Primes and targets were presented on a laptop (15“ screen diameter, font “Times new roman”, 54pt, black on white screen) using Presentation. Stimulus onset asynchrony (SOA) was set at 400 ms. The inter-stimulus interval (ISI) was randomized between 2 to 3.5 s. The target was shown until the answer occurred or for a maximum of 3 seconds. Within the a priori affective category, primes, and targets were presented in random order. The full set of stimuli is depicted in Table 12.4 in the appendix.

Statistical analysis

Data inclusion criteria were defined as follows: performance of 80 prime target pairs (= 2/3 of the whole experiment), individual word understanding, and sufficient stimulus attention (reaction times < two standard deviations from the group mean). The remaining data were averaged per participant and condition. Thus, the dependent variable consists of averaged reaction times in ms for each condition.

Kolmogorov-Smirnov tests indicated normal distribution in all design cells. A 2 (group; control, PTSD) x 3 (prime valence; pleasant, unpleasant, neutral) x 2 (target valence; pleasant, unpleasant) analysis of variance was run in SPSS with group as between- and prime and target valence as within-subjects factor. In case of no sphericity (Mauchly), Greenhouse-Geisser corrected degrees of freedom will be reported. Post hoc tests were performed as Fisher LSD and pair wise t-tests in Statistica.

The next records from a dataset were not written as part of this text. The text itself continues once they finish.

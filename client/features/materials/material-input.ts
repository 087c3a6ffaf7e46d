import type { MaterialDto, MaterialInput } from '#shared/schemas/material.ts';
import type { Quantity } from '#shared/units/quantities.ts';

type NumberName = 'density' | 'areal' | 'spread' | 'cv' | 'modulus' | 'strength' | 'moisture';

interface NumberFieldSpec {
  id: NumberName;
  label: string;
  quantity: Quantity;
  required: boolean;
  hint?: string;
}

export const NUMBER_FIELDS: readonly NumberFieldSpec[] = [
  { id: 'density', label: 'Density', quantity: 'density', required: false },
  {
    id: 'areal',
    label: 'Mass by area',
    quantity: 'areal',
    required: false,
    hint: 'For covering, finish and thin ply.',
  },
  {
    id: 'spread',
    label: 'Dry mass by area of joint',
    quantity: 'spread',
    required: false,
    hint: 'For glue.',
  },
  {
    id: 'cv',
    label: 'Spread of that figure, ±',
    quantity: 'fineShare',
    required: true,
    hint: 'One standard deviation, as a share of it.',
  },
  { id: 'modulus', label: 'Bending stiffness', quantity: 'modulus', required: false },
  { id: 'strength', label: 'Bending strength', quantity: 'strength', required: false },
  { id: 'moisture', label: 'Moisture at which it holds', quantity: 'fineShare', required: false },
];

export const FORM_FIELDS = [
  'name',
  'category',
  'density',
  'areal',
  'spread',
  'cv',
  'modulus',
  'strength',
  'moisture',
  'form',
  'source',
  'basis',
  'shared',
] as const satisfies readonly (keyof MaterialInput)[];

/** What the form begins with: a row as it is, or a new one, perhaps with the figures of another. */
export function inputOf(row: MaterialDto | null, same: boolean): MaterialInput {
  if (row === null) return BLANK;
  const { id: _id, key: _key, version: _version, usedBy: _usedBy, can: _can, ...fields } = row;
  return same
    ? fields
    : { ...fields, name: `${row.name}, mine`, basis: 'own measurement', source: '', shared: false };
}

const BLANK: MaterialInput = {
  name: '',
  category: 'wood',
  density: null,
  areal: null,
  spread: null,
  cv: 0.08,
  modulus: null,
  strength: null,
  moisture: null,
  form: '',
  source: '',
  basis: 'own measurement',
  shared: false,
};
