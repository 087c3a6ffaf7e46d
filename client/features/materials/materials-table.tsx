import { useTable, type Header } from '@tanstack/react-table';
import { useState, type ReactNode } from 'react';
import { RowTh, Table, Td, Th } from '#client/components/ui/table.tsx';
import { cn } from '#client/lib/cn.ts';
import { useUnits } from '#client/lib/units.ts';
import type { MaterialDto } from '#shared/schemas/material.ts';
import { columns, features, FIGURES, figureText } from './columns.tsx';
import { MaterialMenu, type MaterialActions } from './material-menu.tsx';
import { Swatch } from './swatch.tsx';
import { categoryWord } from './words.ts';

interface MaterialsTableProps extends MaterialActions {
  materials: MaterialDto[];
}

/** Every material with every figure; a press on a name opens where the figures come from. */
export function MaterialsTable({ materials, ...actions }: MaterialsTableProps) {
  const units = useUnits();
  const [open, setOpen] = useState<ReadonlySet<string>>(new Set());
  const table = useTable({
    features,
    columns,
    data: materials,
    enableSortingRemoval: false,
    initialState: { sorting: [{ id: 'name', desc: false }] },
    getRowId: (row) => row.id,
  });
  const headers = new Map(table.getFlatHeaders().map((header) => [header.column.id, header]));
  const toggle = (id: string) => {
    const next = new Set(open);
    if (!next.delete(id)) next.add(id);
    setOpen(next);
  };

  return (
    <Table caption="Materials" className="text-note">
      <thead>
        <tr>
          <SortTh header={headers.get('name')}>Material</SortTh>
          <SortTh header={headers.get('category')}>Kind</SortTh>
          {FIGURES.map((figure) => (
            <SortTh
              key={figure.id}
              header={headers.get(figure.id)}
              numeric
              unit={units.label(figure.quantity)}
            >
              {figure.label}
            </SortTh>
          ))}
          <SortTh header={headers.get('basis')}>Source</SortTh>
          <SortTh header={headers.get('usedBy')} numeric>
            Used by
          </SortTh>
          <Th>
            <span className="sr-only">Actions</span>
          </Th>
        </tr>
      </thead>
      <tbody>
        {table.getRowModel().rows.map(({ original: row }) => (
          <MaterialRow
            key={row.id}
            row={row}
            open={open.has(row.id)}
            onToggle={() => toggle(row.id)}
            {...actions}
          />
        ))}
      </tbody>
    </Table>
  );
}

interface SortThProps {
  header: Header<typeof features, MaterialDto> | undefined;
  numeric?: boolean;
  unit?: string;
  children: ReactNode;
}

function SortTh({ header, numeric = false, unit, children }: SortThProps) {
  const sorted = header?.column.getIsSorted() ?? false;
  return (
    <Th
      numeric={numeric}
      aria-sort={sorted === false ? undefined : sorted === 'asc' ? 'ascending' : 'descending'}
    >
      <button
        type="button"
        onClick={() => header?.column.toggleSorting()}
        className={cn(
          'inline-flex min-h-row items-center gap-1 font-semibold whitespace-nowrap hover:text-ink',
          numeric && 'flex-row-reverse',
          sorted && 'text-pencil',
        )}
      >
        <span>
          {children}
          {unit && <span className="ml-1 font-normal">{unit}</span>}
        </span>
        <span aria-hidden="true" className="w-2 text-[0.625rem]">
          {sorted === 'asc' ? '▲' : sorted === 'desc' ? '▼' : ''}
        </span>
      </button>
    </Th>
  );
}

interface MaterialRowProps extends MaterialActions {
  row: MaterialDto;
  open: boolean;
  onToggle: () => void;
}

function MaterialRow({ row, open, onToggle, ...actions }: MaterialRowProps) {
  const units = useUnits();
  const detailId = `material-${row.id}`;
  const edge = open ? 'border-b-0' : undefined;
  return (
    <>
      <tr className={cn(open && 'bg-ink-wash')}>
        <RowTh className={cn('min-w-52', edge)}>
          <button
            type="button"
            aria-expanded={open}
            aria-controls={open ? detailId : undefined}
            onClick={onToggle}
            className="flex min-h-row items-center gap-2.5 text-left text-body hover:text-ink"
          >
            <Swatch material={row} />
            <span>
              {row.name}
              {!row.shared && <span className="ml-1.5 text-note text-graphite">your own</span>}
            </span>
          </button>
        </RowTh>
        <Td className={cn('whitespace-nowrap text-graphite', edge)}>{categoryWord(row.category)}</Td>
        {FIGURES.map((figure) => (
          <Td
            key={figure.id}
            numeric
            className={cn('text-body', row[figure.id] === null && 'text-graphite', edge)}
          >
            {figureText(row, figure, units)}
          </Td>
        ))}
        <Td className={cn('max-w-56 min-w-40', edge)}>
          <span className="block truncate">
            {row.basis}
            <span className="text-graphite"> · {row.source}</span>
          </span>
        </Td>
        <Td numeric className={edge}>
          <UsedBy row={row} {...actions} />
        </Td>
        <Td className={cn('w-10 text-right', edge)}>
          <MaterialMenu row={row} {...actions} />
        </Td>
      </tr>
      {open && (
        <tr className="bg-ink-wash">
          <Td colSpan={FIGURES.length + 5} id={detailId} className="h-auto pt-0 pr-6 pb-3 pl-[2.9rem]!">
            <MaterialNotes row={row} />
          </Td>
        </tr>
      )}
    </>
  );
}

/** The long texts of a row. */
export function MaterialNotes({ row }: { row: MaterialDto }) {
  return (
    <div className="max-w-3xl text-note">
      {row.form && <p>{row.form}</p>}
      <p className="mt-1 text-graphite">Source: {row.source}</p>
    </div>
  );
}

/** In how many gliders; a press says which. */
export function UsedBy({ row, onUses }: Pick<MaterialRowProps, 'row' | 'onUses'>) {
  if (row.usedBy === 0) return <span className="text-graphite">0</span>;
  if (!onUses) return <>{row.usedBy}</>;
  return (
    <button
      type="button"
      onClick={() => onUses(row)}
      aria-label={`${row.name} is used by ${row.usedBy}: show where`}
      className="link min-h-row min-w-8 text-right max-lg:min-w-11 max-lg:text-left"
    >
      {row.usedBy}
    </button>
  );
}
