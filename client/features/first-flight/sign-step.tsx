import { useState, type SubmitEvent } from 'react';
import { Button } from '#client/components/ui/button.tsx';
import { Notice } from '#client/components/ui/notice.tsx';
import { TextArea, TextField } from '#client/components/ui/text-field.tsx';
import { LIMITS } from '#shared/schemas/limits.ts';
import type { FlightDraft } from './draft.ts';
import { Step } from './step.tsx';
import type { ChangeDraft } from './use-draft.ts';

interface SignStepProps {
  draft: FlightDraft;
  change: ChangeDraft;
  /** what is still missing, in words */
  missing: readonly string[];
  /** keeps the record on the device and sends it; @throws where the device cannot keep it */
  onSign: () => void;
}

/** The pilot's name under it all. After that the record stays as it is; a later one may follow it. */
export function SignStep({ draft, change, missing, onSign }: SignStepProps) {
  const [problem, setProblem] = useState<string | null>(null);
  const [tried, setTried] = useState(false);
  const nameless = draft.signature.trim() === '';
  const sign = (event: SubmitEvent) => {
    event.preventDefault();
    setTried(true);
    if (missing.length > 0 || nameless) return;
    try {
      onSign();
      setTried(false);
      setProblem(null);
    } catch {
      setProblem(
        'This device cannot keep it: its storage is full or shut. Nothing is signed; leave the page open.',
      );
    }
  };
  return (
    <Step title="Sign">
      <form onSubmit={sign} noValidate className="mt-2">
        <TextArea
          label="Notes"
          value={draft.note}
          maxLength={LIMITS.note.max}
          onChange={({ currentTarget }) => change({ note: currentTarget.value })}
        />
        <TextField
          label="Pilot’s name"
          autoComplete="name"
          value={draft.signature}
          maxLength={LIMITS.name.max}
          hint="Typed by you, it is your signature; the time is taken from this device."
          error={tried && nameless ? 'Sign with your name.' : undefined}
          onChange={({ currentTarget }) => change({ signature: currentTarget.value })}
        />
        {tried && missing.length > 0 && (
          <Notice tone="red" word="Not yet:" live className="mb-3">
            {missing.join(' ')}
          </Notice>
        )}
        {problem !== null && (
          <Notice tone="red" word="Not kept:" live className="mb-3">
            {problem}
          </Notice>
        )}
        <Button type="submit" variant="primary" className="min-h-12 w-full sm:w-auto">
          Sign and keep
        </Button>
        <p className="mt-1 text-note text-graphite">
          A signed record is never changed. Without a connection it waits on this device and goes by itself,
          once.
        </p>
      </form>
    </Step>
  );
}
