// @vitest-environment happy-dom
import { beforeEach, describe, expect, it } from 'vitest';
import { draftShelf } from '#client/features/gliders/drafts.ts';
import { planNamed } from './plans.ts';

const draft = (name: string, at: string) => ({
  version: 3,
  plan: planNamed(name),
  base: planNamed('base'),
  sent: null,
  at,
});
const shelf = (page: string, user = 'ines', glider = 'g1') => draftShelf(glider, user, localStorage, page);

beforeEach(() => localStorage.clear());

describe('drafts', () => {
  it('come back after a reload, when the window has another name', () => {
    shelf('p1').put(draft('a', '1'));
    expect(shelf('p2').take()?.plan.name).toBe('a');
  });

  it('of two windows do not overwrite each other; the newest is taken first', () => {
    shelf('p1').put(draft('older', '1'));
    shelf('p2').put(draft('newer', '2'));
    const third = shelf('p3');
    expect(third.take()?.plan.name).toBe('newer');
    third.clear();
    expect(third.take()?.plan.name).toBe('older');
  });

  it('are not shown to somebody else, nor for another glider', () => {
    shelf('p1').put(draft('a', '1'));
    expect([shelf('p1', 'odile').take(), shelf('p1', 'ines', 'g2').take()]).toEqual([null, null]);
  });

  it('that cannot be read are passed over', () => {
    localStorage.setItem('featherbeam.draft.ines.g1.p1', '{"version":3,"plan":');
    expect(shelf('p2').take()).toBeNull();
  });

  it('are kept without what they were made on where there is no room for both', () => {
    const small: Pick<Storage, 'setItem'> = {
      setItem: (key: string, text: string) => {
        if (text.includes('"name":"base"')) throw new DOMException('full', 'QuotaExceededError');
        localStorage.setItem(key, text);
      },
    };
    draftShelf('g1', 'ines', small as Storage, 'p1').put(draft('a', '1'));
    expect(shelf('p2').take()).toMatchObject({ plan: { name: 'a' }, base: null });
  });
});
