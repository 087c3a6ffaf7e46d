import type { Response } from 'express';
import type { Cookie } from 'lucia';
import type { z } from 'zod';
import { sendFile, type FileReply } from './file-reply.ts';
import { sendText } from './packed.ts';
import { setSessionCookie } from './session-cookie.ts';

/** How an endpoint answers when all is well. */
export type AnswerKind<R extends z.ZodType> =
  | { status: 200 | 201; schema: R; etag?: true }
  | { status: 200; schema: R; download: 'text/csv' | 'application/json' }
  | { status: 200; schema?: undefined; file: 'image/jpeg' | 'application/json' }
  | { status: 204; schema?: undefined };

interface ReplyHead {
  /** becomes the ETag */
  version?: number;
  /** address of what was made */
  location?: string;
  /** of a download */
  fileName?: string;
  /** the session that begins or ends with this answer */
  cookie?: Cookie;
  /** where the answer is a file */
  file?: FileReply;
}

/** What a handler answers; its body is of the declared schema's type, and absent where none is declared. */
export type Reply<T> = ReplyHead & ([T] extends [undefined] ? { body?: undefined } : { body: T });

export async function sendReply(
  res: Response,
  answer: AnswerKind<z.ZodType>,
  reply: ReplyHead & { body?: unknown },
): Promise<void> {
  if (reply.version !== undefined) res.set('ETag', `"${reply.version}"`);
  if (reply.location !== undefined) res.location(reply.location);
  if (reply.cookie) setSessionCookie(res, reply.cookie);
  res.status(answer.status);
  if ('file' in answer && reply.file) {
    await sendFile(res, answer.file, reply.file);
  } else if ('download' in answer) {
    const { body } = reply;
    res.attachment(reply.fileName);
    await sendText(res, answer.download, typeof body === 'string' ? body : JSON.stringify(body, null, 2));
  } else if (answer.schema) {
    await sendText(res, 'application/json', JSON.stringify(reply.body));
  } else {
    res.end();
  }
}
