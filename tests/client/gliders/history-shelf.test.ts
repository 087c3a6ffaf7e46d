// @vitest-environment happy-dom
import { beforeEach, describe, expect, it } from 'vitest';
import { changed, startHistory, undone, type History } from '#client/features/gliders/history.ts';
import { trailShelf } from '#client/features/gliders/history-shelf.ts';
import type { Plan } from '#shared/core/plan.ts';
import { naming, planNamed } from './plans.ts';

const never = (_: Plan, __: Plan, onto: Plan) => onto;
const named = (count: number): History<Plan> => {
  let history = startHistory(planNamed('0'));
  for (let i = 1; i <= count; i++) {
    history = changed(history, naming(String(i))(history.present), 'name', i * 10_000);
  }
  return history;
};
const names = ({ past, present, future }: Pick<History<Plan>, 'past' | 'present' | 'future'>) => [
  ...past.map(({ before }) => before.name),
  present.name,
  ...future.map(({ after }) => after.name),
];

beforeEach(() => sessionStorage.clear());

describe('steps on the shelf', () => {
  it('come back after a reload, those taken back too', () => {
    const history = undone(undone(named(6), never), never);
    trailShelf('ines.g1').put(history);
    const taken = trailShelf('ines.g1').take();
    expect(taken && names(taken)).toEqual(names(history));
    expect(taken?.past.at(-1)?.before).toEqual(history.past.at(-1)?.before);
  });

  it('lead from one to the next without a gap, so that an undo is the very plan there was', () => {
    trailShelf('ines.g1').put(named(4));
    const taken = trailShelf('ines.g1').take();
    const past = taken?.past ?? [];
    expect(past).toHaveLength(4);
    past.forEach(({ after }, i) => expect(after).toBe(past[i + 1]?.before ?? taken?.present));
  });

  it('take little room: what changed, not the plan again', () => {
    trailShelf('ines.g1').put(named(1));
    const one = sessionStorage.getItem('featherbeam.steps.ines.g1')?.length ?? 0;
    trailShelf('ines.g1').put(named(101));
    expect(sessionStorage.getItem('featherbeam.steps.ines.g1')?.length).toBeLessThan(one + 100 * 200);
  });

  it('give up the oldest where there is no room for all', () => {
    const room = JSON.stringify(planNamed('0')).length + 400;
    trailShelf('ines.g1', sessionStorage, room).put(named(50));
    const taken = trailShelf('ines.g1').take();
    expect(sessionStorage.getItem('featherbeam.steps.ines.g1')?.length).toBeLessThan(room + 40);
    expect(taken?.past.length).toBeGreaterThan(0);
    expect(taken?.past.length).toBeLessThan(50);
    expect(taken?.past.at(-1)?.before.name).toBe('49');
  });

  it('are not taken for another glider or person, nor when they cannot be read', () => {
    trailShelf('ines.g1').put(named(2));
    sessionStorage.setItem('featherbeam.steps.ines.g3', '{"present":{}}');
    expect([
      trailShelf('ines.g2').take(),
      trailShelf('odile.g1').take(),
      trailShelf('ines.g3').take(),
    ]).toEqual([null, null, null]);
  });
});
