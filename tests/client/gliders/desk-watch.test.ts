// @vitest-environment happy-dom
import { afterEach, beforeEach, describe, expect, it, vi } from 'vitest';
import { DeskWatch } from '#client/features/gliders/desk-watch.ts';

let stops: (() => void)[] = [];

function watching(latest: () => Promise<number>, known = 3) {
  const refresh = vi.fn<() => Promise<void>>(() => Promise.resolve());
  const asked = vi.fn<() => Promise<number>>(latest);
  const watch = new DeskWatch({ known: () => known, latest: asked, refresh, channel: 'glider' });
  stops.push(watch.start());
  return { watch, asked, refresh };
}

beforeEach(() => void vi.useFakeTimers());
afterEach(() => {
  for (const stop of stops) stop();
  stops = [];
  vi.useRealTimers();
});

describe('the watch over the version', () => {
  it('looks every half minute and fetches only what is newer', async () => {
    const { asked, refresh } = watching(() => Promise.resolve(3));
    await vi.advanceTimersByTimeAsync(60_000);
    expect(asked).toHaveBeenCalledTimes(2);
    expect(refresh).not.toHaveBeenCalled();
    asked.mockResolvedValue(4);
    await vi.advanceTimersByTimeAsync(30_000);
    expect(refresh).toHaveBeenCalledTimes(1);
  });

  it('looks on coming back to the window and when the line is back', async () => {
    const { asked } = watching(() => Promise.resolve(3));
    dispatchEvent(new Event('focus'));
    await vi.advanceTimersByTimeAsync(0);
    dispatchEvent(new Event('online'));
    await vi.advanceTimersByTimeAsync(0);
    expect(asked).toHaveBeenCalledTimes(2);
  });

  it('never has two questions on their way, and outlives one that fails', async () => {
    let fail: (error: Error) => void = () => undefined;
    const { watch, asked } = watching(() => new Promise((_, reject) => (fail = reject)));
    watch.look();
    watch.look();
    expect(asked).toHaveBeenCalledTimes(1);
    fail(new Error('no line'));
    await vi.advanceTimersByTimeAsync(0);
    watch.look();
    expect(asked).toHaveBeenCalledTimes(2);
  });

  it('stops when the glider is closed', async () => {
    const { asked } = watching(() => Promise.resolve(3));
    stops.pop()?.();
    dispatchEvent(new Event('focus'));
    await vi.advanceTimersByTimeAsync(60_000);
    expect(asked).not.toHaveBeenCalled();
  });
});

Task involvement was tested for each target: Chi2-tests formally tested for each target whether evaluations across all subjects differed from chance level (.50). The

evaluation was compared to the prestudy rating: Words evaluated as “good” should be rated as “pleasant” in the prestudy. The same was true for “bad” words and

“unpleasant” ratings. Task involvement should be indicated by evaluations above chance level that are consistent with the prestudy ratings.